Cerebral Metastases as First Clinical Manifestation of Ovarian/Fallopian Tube Carcinoma
Introduction
Recent knowledge on histopathology and genetics have induced a paradigm shift that peritoneal, ovarian and fallopian tube carcinomas are considered as a spectrum of disease originating from the Müllerian duct remnant [1,2]. Intraperitoneal dissemination is the most commonly encountered pattern and initial distant metastasis beyond the liver or lung, including brain, is very rare [3]. Central nervous system involvement occurs as a late manifestation of the disease developing after the initial diagnosis of primary tumor; less than 5 % are of the carcinoma [4-6]. The multimodal treatment with a combination of surgery, chemotherapy and radiotherapy may improve survival but also increase the incidence of brain metastases [4-6]. Diagnosis of brain metastases which precede the diagnosis of ovarian/fallopian tube origin rarely occurs. In such cases, the carcinoma may be remarkable for the small size of the occult primary tumor and the early metastatic spread to the brain, which is ultimately responsible for the patient’s presenting symptoms. Considering the brain as a potential site of metastasis even early in the primary lesion may give a new insight to identify the factors, both host and tumor based, that could make the brain prone to metastasis so early in the disease process.
Literature Review
In a literature review we found 5 single case reports in which brain metastases were present on initial presentation of ovarian/fallopian tube carcinomas before or at the time of diagnosis of primary cancer (Table 1). The poorly differentiated adenocarcinoma accounts for 40%, and the characterized as endometrioid adenocarcinoma, clear cell carcinoma and serous adenocarcinoma only I one case. Metastases prefer the parenchyma rather than the leptomeninges in all cases as previously reported [7,8], usually as a single lesion [9-11], but also multiple in 2 cases [7,12].
Comments
Upon analyzing 12 previous articles on the clinical course of brain involvement in patients without a known primary tumor [13-24], 60-70% of total patients eventually had a primary cancer identified. The most commonly identified source was lung cancer. Other frequently discovered primary tumors include gastrointestinal tumors and melanoma, in approximately 10 to 15% of cases. Primary origin cancers remained unidentified in approximately 30 % of all cases; ovarian/fallopian tube carcinoma was not mentioned in these articles. Brain metastasis may occur via the unique cerebrospinal venous system named as Batson’s plexus. This system consists of veins, sinuses and venous plexuses [25], communicating with the veins around the spinal column, the segmental veins of thoracoabdominal wall, the plexuses and the azygous system of veins of pelvic organ. The main characteristics of the Batson plexus is lack of venous valves. This lack of venous valves causes bidirectional blood flow, and it may play as a route for rostral metastatic spread of tumor, infection or emboli from pelvic organs [26,27].

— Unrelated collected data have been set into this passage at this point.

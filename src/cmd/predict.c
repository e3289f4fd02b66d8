/* packbook predict: safe flight time for the next sortie, from a pack's
 * history or from one log, with the landing reserve and its uncertainty. */
#include <getopt.h>
#include <gsl/gsl_cdf.h>
#include <jansson.h>
#include <math.h>
#include <stddef.h>
#include <stdio.h>
#include <stdlib.h>
#include <string.h>

#include "../core/analyze.h"
#include "../core/logread.h"
#include "../core/predict.h"
#include "../core/socest.h"
#include "../core/utf8.h"
#include "../report/report.h"
#include "../report/report_predict.h"
#include "cmd.h"
#include "config.h"
#include "logopts.h"
#include "packopts.h"
#include "packview.h"

/* A help text reads best as the lines it prints. */
/* clang-format off */
static const char usage_head[] =
    "usage: packbook predict ID [options]\n"
    "       packbook predict --log LOG [--cells N --chemistry C --capacity MAH] [options]\n"
    "\n"
    "Simulates the pack from a start state under a load until the first of: SoC\n"
    "down to the landing reserve, loaded voltage down to the cut-off, or a power the\n"
    "pack cannot deliver (voltage collapse). Capacity, R0 and the load are drawn\n"
    "from their uncertainty (Monte Carlo, fixed seed); the conservative figure is\n"
    "the 5th percentile of the safe time. For a retired pack, or one flagged\n"
    "retire, that is said first.\n"
    "\n";
/* clang-format on */

#define MAX_PROFILES 16

struct predict_cli {
    struct log_cli log;
    struct packopts_seen seen; /* reading options given, over the settings file's */
    const char *log_path, *db, *id;
    const char *profiles[MAX_PROFILES];
    int nprofiles;
    double soc, ocv_v, power_w, current_a, reserve, temp_c, tref_c, ea, peuk, peukh, for_s;
    int runs, json, seed_n;
    unsigned long seed;
};

#define PRED_AT(field) offsetof(struct predict_cli, field)

/* clang-format off */
static const struct opt start_table[] = {
    {.name = "soc", .kind = OPT_DOUBLE, .off = PRED_AT(soc), .lo = 0, .hi = 100, .meta = "PCT",
     .help = "start SoC (default 100: a full charge)"},
    {.name = "ocv", .kind = OPT_DOUBLE, .off = PRED_AT(ocv_v), .lo = 0.5, .hi = 200, .meta = "V",
     .help = "or the pack voltage measured at rest"},
    {0},
};
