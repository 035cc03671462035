"""Edges: each module wraps exactly one outside thing (payloads, MQTT, SQLite, files, HTML)."""
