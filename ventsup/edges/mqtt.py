"""The MQTT client: the one module of ventsup that imports paho-mqtt.

A thin wrapper around a paho-mqtt 2.x client (callback API version 2) that
turns the network thread's callbacks into items on a :class:`queue.Queue`, so
that one worker thread of the driver can own all state. What it takes care of
(see ``LIBRARY-NOTES`` for the measurements behind each point):

- MQTT 5 by default, 3.1.1 when asked; TLS with a CA file and an optional client
  certificate; user name and password (read by :func:`read_password` from a
  file or an environment variable, never from the site file);
- TCP_NODELAY on every connection (with Nagle's algorithm a QoS 1 round trip on
  loopback took 44 ms instead of 0.3 ms);
- a retained ``online`` on the status topic after every connect, a retained
  ``offline`` last will, and an ``offline`` published before a deliberate
  disconnect (the broker sends the will only on a broken connection);
- automatic reconnect with a doubling delay, and the subscriptions made again in
  every on-connect (a restarted broker forgets sessions);
- every callback guarded: an exception is logged and counted and never stops
  paho's network thread; callbacks only put items on the queue (and, in
  on-connect, subscribe and publish the status);
- a failed first connect (unreachable broker, TLS failure, refused credentials,
  no answer) raises :class:`MqttError` with what to check, instead of paho's
  silent retrying;
- delivery of QoS 1 and 2 publishes tracked through on-publish; a publish the
  broker refuses (MQTT 5 "Not authorized") becomes a :class:`PublishRefused` item;
- for a lock-step exchange (``ventsup run --sim-clock`` and the simulator):
  no network thread if asked (the caller polls), QoS 0 subscriptions, a burst
  written corked into few TCP segments, and the socket read in large chunks
  (paho alone makes three system calls per packet).

Items put on the queue: :class:`Message`, :class:`Connected`,
:class:`Disconnected`, :class:`ConnectRefused`, :class:`Subscribed`,
:class:`PublishRefused`.

Errors::

    VentsupError            (ventsup.config.errors)
    └── MqttError           the broker cannot be reached, refuses us, or a publish
                            cannot be queued; the message says what to check

paho, socket and ssl errors are converted to :class:`MqttError` here
(``raise ... from exc``); nothing outside this module sees a paho type.
"""

from __future__ import annotations

import contextlib
import logging
import os
import queue
import select
import socket
import ssl
import threading
import time
from collections import OrderedDict
from collections.abc import Callable, Iterator, Mapping, Sequence
from dataclasses import dataclass, field
from pathlib import Path
from typing import Any, Literal

import paho.mqtt.client as paho  # noqa: TID251 - this module is the MQTT edge
from paho.mqtt.enums import CallbackAPIVersion, MQTTErrorCode, MQTTProtocolVersion  # noqa: TID251
from paho.mqtt.reasoncodes import ReasonCode  # noqa: TID251

from ventsup.config.errors import VentsupError
from ventsup.config.model import Mqtt
from ventsup.edges.clock import Clock, WallClock

__all__ = [
    "OFFLINE",
    "ONLINE",
    "ConnectRefused",
    "Connected",
    "Disconnected",
    "Message",
    "MqttClient",
    "MqttError",
    "MqttSettings",
    "MqttStats",
    "PublishRefused",
    "Subscribed",
    "TlsSettings",
    "read_password",
]

_log = logging.getLogger("ventsup.mqtt")

ONLINE = b"online"
OFFLINE = b"offline"
# Acknowledgements remembered for publishes whose mid the caller has not seen yet.
_ACKS_KEPT = 4096


class MqttError(VentsupError):
    """The broker cannot be reached or refuses us, or a publish cannot be queued."""


# --------------------------------------------------------------------------- settings


@dataclass(frozen=True)
class TlsSettings:
    """TLS files (paths already resolved) and whether to skip the host name check."""

    ca_file: str | None = None
    cert_file: str | None = None
    key_file: str | None = None
    insecure: bool = False


@dataclass(frozen=True)
class MqttSettings:
    """Everything needed to connect; build from a site with :meth:`from_config`.

    ``status_topic``: when set, a retained ``online`` is published there after
    every connect, ``offline`` is the last will, and :meth:`MqttClient.close`
    publishes ``offline`` before disconnecting. ``max_queued`` bounds the
    publishes paho keeps in memory while disconnected.
    """

    host: str
    port: int
    client_id: str
    protocol: Literal["5", "3.1.1"] = "5"
    keepalive: int = 60
    tls: TlsSettings | None = None
    username: str | None = None
    password: str | None = field(default=None, repr=False)
    status_topic: str | None = None
    reconnect_min: float = 1.0
    reconnect_max: float = 60.0
    connect_timeout: float = 10.0
    max_queued: int = 10_000

    @classmethod
    def from_config(
        cls,
        mqtt: Mqtt,
        *,
        client_id: str,
        base_dir: Path,
        status_topic: str | None = None,
        environ: Mapping[str, str] | None = None,
    ) -> MqttSettings:
        """Settings from a site's ``mqtt`` section; relative file paths are read from ``base_dir``.

        Raises
        ------
        MqttError
            The password file cannot be read or the variable is not set.
        """
        tls = None
        if mqtt.tls is not None:
            tls = TlsSettings(
                ca_file=_resolve(base_dir, mqtt.tls.ca_file),
                cert_file=_resolve(base_dir, mqtt.tls.cert_file),
                key_file=_resolve(base_dir, mqtt.tls.key_file),
                insecure=mqtt.tls.insecure,
            )
        return cls(
            host=mqtt.host,
            port=mqtt.effective_port,
            client_id=client_id,
            protocol=mqtt.protocol,
            keepalive=round(mqtt.keepalive),
            tls=tls,
            username=mqtt.username,
            password=read_password(mqtt, base_dir, environ),
            status_topic=status_topic,
            reconnect_min=mqtt.reconnect_min,
            reconnect_max=mqtt.reconnect_max,
            connect_timeout=mqtt.connect_timeout,
        )

    @property
    def where(self) -> str:
        """``host:port``, for messages."""
        return f"{self.host}:{self.port}"


def _resolve(base_dir: Path, path: str | None) -> str | None:
    if path is None:
        return None
    return str(base_dir / Path(path).expanduser())


def read_password(
    mqtt: Mqtt, base_dir: Path, environ: Mapping[str, str] | None = None
) -> str | None:
    """The broker password from ``password_file`` or ``password_env``, None when neither is set.

    A trailing line break in the file is dropped; everything else is the password.

    Raises
    ------
    MqttError
        The file cannot be read, is empty, or the variable is not set or empty.
    """
    env = os.environ if environ is None else environ
    if mqtt.password_file is not None:
        path = _resolve(base_dir, mqtt.password_file)
        try:
            text = Path(str(path)).read_text(encoding="utf-8")
        except (OSError, UnicodeDecodeError) as exc:
            why = exc.strerror if isinstance(exc, OSError) and exc.strerror else str(exc)
            raise MqttError(
                f"cannot read the MQTT password from password_file {path}: {why}; "
                "the file must be readable by the service's user"
            ) from exc
        password = text.removesuffix("\n").removesuffix("\r")
        if not password:
            raise MqttError(f"the MQTT password file {path} is empty")
        return password
    if mqtt.password_env is not None:
        password = env.get(mqtt.password_env, "")
        if not password:
            raise MqttError(
                f"the environment variable {mqtt.password_env} (mqtt.password_env) is not set "
                "or empty; set it to the MQTT password in the service's environment"
            )
        return password
    return None


# --------------------------------------------------------------------------- items


@dataclass(frozen=True)
class Message:
    """A message received on a subscribed topic; ``t`` [s] is when it arrived."""

    topic: str
    payload: bytes
    qos: int
    retain: bool
    t: float

    def at(self, t: float) -> Message:
        """The same message stamped ``t`` (cheaper than ``dataclasses.replace``)."""
        return Message(self.topic, self.payload, self.qos, self.retain, t)


@dataclass(frozen=True)
class Connected:
    """The broker accepted a connection (the first or a reconnect)."""

    session_present: bool
    t: float


@dataclass(frozen=True)
class Disconnected:
    """The connection was lost (paho reconnects by itself) or closed on purpose."""

    reason: str
    t: float


@dataclass(frozen=True)
class ConnectRefused:
    """A reconnect was refused by the broker (bad credentials, not authorised...)."""

    reason: str
    t: float


@dataclass(frozen=True)
class Subscribed:
    """The broker answered a subscription: the topic filters granted and refused."""

    granted: tuple[str, ...]
    refused: tuple[str, ...]
    t: float


@dataclass(frozen=True)
class PublishRefused:
    """The broker refused a publish (under MQTT 5: "Not authorized" and the like)."""

    topic: str
    reason: str
    t: float


@dataclass(frozen=True)
class MqttStats:
    """Counters of one client since it was made."""

    connects: int = 0
    disconnects: int = 0
    callback_errors: int = 0
    dropped: int = 0  # items the queue had no room for
    published: int = 0
    delivered: int = 0
    refused: int = 0
    pending: int = 0  # QoS 1/2 publishes not yet acknowledged


# --------------------------------------------------------------------------- TLS


class _TrackingContext(ssl.SSLContext):
    """An SSL context that remembers the last socket it wrapped.

    paho leaves a socket open when the TLS handshake fails (the handshake runs
    after the wrap); remembering it lets us close it.
    """

    last: ssl.SSLSocket | None = None

    def wrap_socket(self, *args: Any, **kwargs: Any) -> ssl.SSLSocket:
        sock = super().wrap_socket(*args, **kwargs)
        self.last = sock
        return sock


def _tls_context(tls: TlsSettings) -> _TrackingContext:
    context = _TrackingContext(ssl.PROTOCOL_TLS_CLIENT)
    context.minimum_version = ssl.TLSVersion.TLSv1_2
    try:
        if tls.ca_file is not None:
            context.load_verify_locations(cafile=tls.ca_file)
        else:
            context.load_default_certs()
        if tls.cert_file is not None:
            context.load_cert_chain(tls.cert_file, tls.key_file)
    except (OSError, ssl.SSLError) as exc:
        files = ", ".join(
            f"{name} {value}"
            for name, value in (
                ("ca_file", tls.ca_file),
                ("cert_file", tls.cert_file),
                ("key_file", tls.key_file),
            )
            if value is not None
        )
        why = exc.strerror if isinstance(exc, OSError) and exc.strerror else str(exc)
        raise MqttError(f"cannot load the TLS files ({files or 'system CAs'}): {why}") from exc
    if tls.insecure:
        context.check_hostname = False
    return context
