"""The SQLite ledger: zone state that survives a restart, and the recording of a site.

One file per site (standard library :mod:`sqlite3`), in write-ahead-log mode with
``synchronous=NORMAL`` (a committed transaction survives a crash of the
process; a power cut may lose the last few commits but never corrupts the
file) and foreign keys on. The ledger keeps:

- **state**: the latest :class:`~ventsup.core.state.ZoneState` of each zone, as
  JSON (:func:`state_to_json`), replaced in one transaction by
  :meth:`Ledger.save_states` and restored by :meth:`Ledger.load_states`;
- **recording**: every input message (:class:`MessageRecord`), every
  :class:`~ventsup.core.state.Decision` with what triggered it, and notable
  events (:class:`EventRecord`), written in batches (:class:`BatchWriter`),
  read back in order, and pruned after the retention period. One sequence
  number (``seq``) shared by the three tables keeps the order in which the
  daemon recorded them (:meth:`Ledger.journal`), so that a replay knows which
  messages each decision had seen.

The format (tables, columns, units, outcomes) is documented in
``docs/ledger.md``. Times are seconds since the Unix epoch (UTC) throughout;
time filters include ``start`` and exclude ``end``.

Errors::

    VentsupError            (ventsup.config.errors)
    └── LedgerError         the ledger file cannot be opened, read or written;
                            the message names the file and what was being done

Every :mod:`sqlite3` error is converted to :class:`LedgerError` at this
boundary (``raise ... from exc``). A :class:`Ledger` may be shared between
threads (each call holds a lock); a :class:`BatchWriter` belongs to one thread.
Reading iterators use a connection of their own, so they see one consistent
snapshot and never block the writer.
"""

from __future__ import annotations

import heapq
import json
import math
import sqlite3
import threading
import types
from collections.abc import Callable, Iterator, Mapping, Sequence
from contextlib import contextmanager, suppress
from dataclasses import MISSING, dataclass, fields, is_dataclass
from enum import Enum
from functools import cache
from pathlib import Path
from typing import Any, Final, Literal, TypeAlias, Union, get_args, get_origin, get_type_hints

import pandas as pd

from ventsup.config.errors import VentsupError
from ventsup.core.inputs import Sample
from ventsup.core.state import Decision, ZoneState

__all__ = [
    "DEFAULT_RETENTION",
    "EVENT_KINDS",
    "SCHEMA_VERSION",
    "BatchWriter",
    "EventRecord",
    "Ledger",
    "LedgerError",
    "MessageRecord",
    "decision_from_row",
    "decision_to_row",
    "state_from_json",
    "state_to_json",
]

#: The schema version this ventsup writes; a ledger with a higher version is refused.
SCHEMA_VERSION: Final = 2
#: How long recorded rows are kept by default [s]: 400 days, a year and a month to compare.
DEFAULT_RETENTION: Final = 400 * 86400.0
#: The kinds of :class:`EventRecord`.
EVENT_KINDS: Final = frozenset(
    {"alarm", "command", "fault", "note", "override", "override_end", "start", "stop"}
)

# "VSUP": marks the file as a ventsup ledger (PRAGMA application_id, header offset 68).
_APPLICATION_ID: Final = 0x56535550
# How long a statement waits for another connection's write lock [s].
_BUSY_TIMEOUT: Final = 10.0
# Rows fetched at a time by the reading iterators.
_FETCH_SIZE: Final = 1000
_RECORD_TABLES: Final = ("messages", "decisions", "events")
_DECISION_JSON_FIELDS: Final = ("targets", "limits", "facts", "events")

Trigger: TypeAlias = str
RowValue: TypeAlias = str | float | int | None


class LedgerError(VentsupError):
    """The ledger file cannot be opened, read or written; the message names the file."""


# --------------------------------------------------------------------------- records


@dataclass(frozen=True)
class MessageRecord:
    """One input message as the daemon received it.

    ``t`` [s] is the receipt time the daemon stamped the sample with; ``payload``
    the raw bytes; ``point`` the configured point the topic maps to (None for an
    unknown topic); ``outcome`` ``"accepted"`` or the rejection reason
    (``"out_of_range"``, ``"unknown_topic"``, ... see ``docs/ledger.md``);
    ``value`` the decoded SI value (None when there is none).
    """

    t: float
    topic: str
    payload: bytes
    point: str | None
    outcome: str
    value: float | bool | None

    def __post_init__(self) -> None:
        if not self.outcome:
            raise ValueError(
                f"a message record needs an outcome ('accepted' or a rejection reason), "
                f"got {self.outcome!r} for topic {self.topic!r}"
            )
        if not isinstance(self.payload, bytes):
            # bytearray and memoryview payloads would come back as bytes and compare unequal.
            object.__setattr__(self, "payload", bytes(self.payload))

    def sample(self) -> Sample | None:
        """The held sample this message gave (accepted, with a point and value), else None."""
        if self.outcome != "accepted" or self.point is None or self.value is None:
            return None
        return Sample(self.point, self.value, self.t)


@dataclass(frozen=True)
class EventRecord:
    """Something worth a line in the record: a start, an override, an alarm, a fault...

    ``kind`` is one of :data:`EVENT_KINDS`; ``zone`` and ``who`` are None when
    they do not apply; ``text`` is a readable sentence.
    """

    t: float
    kind: str
    zone: str | None
    who: str | None
    text: str

    def __post_init__(self) -> None:
        if self.kind not in EVENT_KINDS:
            raise ValueError(
                f"unknown event kind {self.kind!r}; expected one of {sorted(EVENT_KINDS)}"
            )


def _check_trigger(trigger: str) -> None:
    if trigger in ("tick", "override") or (trigger.startswith("input:") and len(trigger) > 6):
        return
    raise ValueError(
        f"unknown decision trigger {trigger!r}; expected 'tick', 'override' or 'input:<point>'"
    )


# --------------------------------------------------------------------------- JSON


class _Mismatch(ValueError):
    """A stored value does not have the type its field declares.

    ``path`` collects the field names and indices on the way out (innermost
    first), so that the happy path never builds a path string.
    """

    def __init__(self, problem: str) -> None:
        super().__init__(problem)
        self.problem = problem
        self.path: list[str] = []

    def at(self, root: str) -> str:
        """The message with the full path of the value, e.g. ``state.openings.roof.target: ...``."""
        return f"{root}{''.join(reversed(self.path))}: {self.problem}"


_SCALAR_TYPES: Final[Mapping[Any, tuple[type, ...]]] = {
    float: (int, float),  # an int stays an int: JSON keeps 1 and 1.0 apart
    int: (int,),
    bool: (bool,),
    str: (str,),
    type(None): (type(None),),
}
_Decoder: TypeAlias = Callable[[Any], Any]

The lack of spread into the pelvic, intraabdominal or thoracic organs except for local lymph node metastasis suggests that the brain metastases probably occurred by tumor cell dissemination hematogenous through the Batson plexus. Ovarian/fallopian tube carcinoma is common but metastasizes rarely to the brain. The brain involvement is traditionally considered as a late manifestation of the diseases and generally occur in patients with prolonged survival. The metastatic brain involvement of brain as early presentation of ovarian/fallopian tube carcinoma is extremely unusual, but we suggest the importance of considering the brain as a potential site of metastasis, even early in the disease course of ovarian/fallopian tube carcinoma. There is some evidence that patients with only solitary brain metastases may have an improved prognosis. The possibility of the occult ovarian/fallopian tube carcinoma should be always considered in females with brain involvements.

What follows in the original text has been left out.